◆ Exercise directions:
Could you restate every line of the data word for word?

[Start of Attachment]

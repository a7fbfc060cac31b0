package evaluate

import (
	"math"

	"almanac/pipeline/calendar"
	"almanac/pipeline/forecast"
	"almanac/pipeline/runfolder"
)

// WriteTotals appends one series' totals rows (the chosen entry, one row
// per lead time) to the totals table t; levels is the number of quantile
// columns.
func WriteTotals(t *runfolder.TableWriter, r *forecast.Result, cal calendar.Calendar, levels int) error {
	s := r.Series
	last := s.Start + int64(len(s.Values)) - 1
	for _, tt := range r.Totals {
		t.Key(s.Key)
		t.Str(0, tt.Label)
		t.Int32(1, tt.Lead)
		t.Date(2, cal.StartDays(last+1))
		t.Date(3, cal.StartDays(last+int64(tt.Lead)))
		t.Float(4, tt.Total)
		t.StrOrNull(5, tt.Source)
		for j := 0; j < levels; j++ {
			q := math.NaN()
			if tt.Quantiles != nil {
				q = tt.Quantiles[j]
			}
			t.Float(6+j, q)
		}
		if err := t.EndRow(); err != nil {
			return err
		}
	}
	return nil
}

[End of Attachment]

◆ Solution to the problem:
repository a7fbfc060cac31b0
package evaluate

import (
	"math"

	"almanac/pipeline/calendar"
	"almanac/pipeline/forecast"
	"almanac/pipeline/runfolder"
)

// WriteTotals appends one series' totals rows (the chosen entry, one row
// per lead time) to the totals table t; levels is the number of quantile
// columns.
func WriteTotals(t *runfolder.TableWriter, r *forecast.Result, cal calendar.Calendar, levels int) error {
	s := r.Series
	last := s.Start + int64(len(s.Values)) - 1
	for _, tt := range r.Totals {
		t.Key(s.Key)
		t.Str(0, tt.Label)
		t.Int32(1, tt.Lead)
		t.Date(2, cal.StartDays(last+1))
		t.Date(3, cal.StartDays(last+int64(tt.Lead)))
		t.Float(4, tt.Total)
		t.StrOrNull(5, tt.Source)
		for j := 0; j < levels; j++ {
			q := math.NaN()
			if tt.Quantiles != nil {
				q = tt.Quantiles[j]
			}
			t.Float(6+j, q)
		}
		if err := t.EndRow(); err != nil {
			return err
		}
	}
	return nil
}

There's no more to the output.